Da queste testimonianze vediamo che:
5 La filosofia di Platone come paradigma del
filosofare in generale
Platone,
vissuto nel IV. sec. a. C. ad Atene, è il primo filosofo di cui ci
sono rimasti tutti gli scritti. Attraverso di essi è possibile ricostruire
sia la filosofia del suo maestro, Socrate (V sec. a. C.), sia di molti
altri filosofi precedenti, detti pre-socratici, come i ricordati Eraclito
e Zenone, di cui ci sono rimasti solo frammenti. Non solo: egli nei suoi 36
dialoghi imposta la discussione (spesso senza arrivare a conclusioni definitive)

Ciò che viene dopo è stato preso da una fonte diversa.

// Package layout is the arithmetic behind the rules: it expands a table's partition
// policy into partitions, lays the partitions out in segments, estimates the encoded
// size of a column and the cost of a full scan. It is pure (no I/O) so every number a
// finding carries can be tested on its own.
//
// Every result is deterministic across architectures: where a product feeds a sum it
// is written float64(x*y) + z, because an explicit conversion forbids the compiler from
// fusing the two into one FMA instruction (which rounds differently).
package layout

// go generate ./... rewrites docs/estimator-accuracy.md from the reference-encoder sweep.
//go:generate go test . -run ^TestEncoderSweep$ -update -count=1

di tutti i principali problemi filosofici, molti dei quali sono tutt'ora
oggetto di trattazione.
Qualcuno, con una certa esagerazione, ha sostenuto: "Platone è
la filosofia", mentre qualcun altro ha affermato che il resto della
storia della filosofia non sia altro che una serie di glosse a Platone (cioè
di appunti presi a commento dei suoi testi, un po' come la teologia cristiana
è una serie di commenti alla Bibbia).
Leggendo Platone (brani tratti dai suoi dialoghi), dunque, da un lato cominciamo
a conoscere gli scritti del primo grande filosofo antico, dall'altro lato ci
cimentiamo nella discussione di una serie di problemi filosofici, specialmente
in campo etico e politico (oltre che psicologico e religioso), alcuni dei quali
ancora attuali, cercando di assimilare il metodo della discussione filosofica.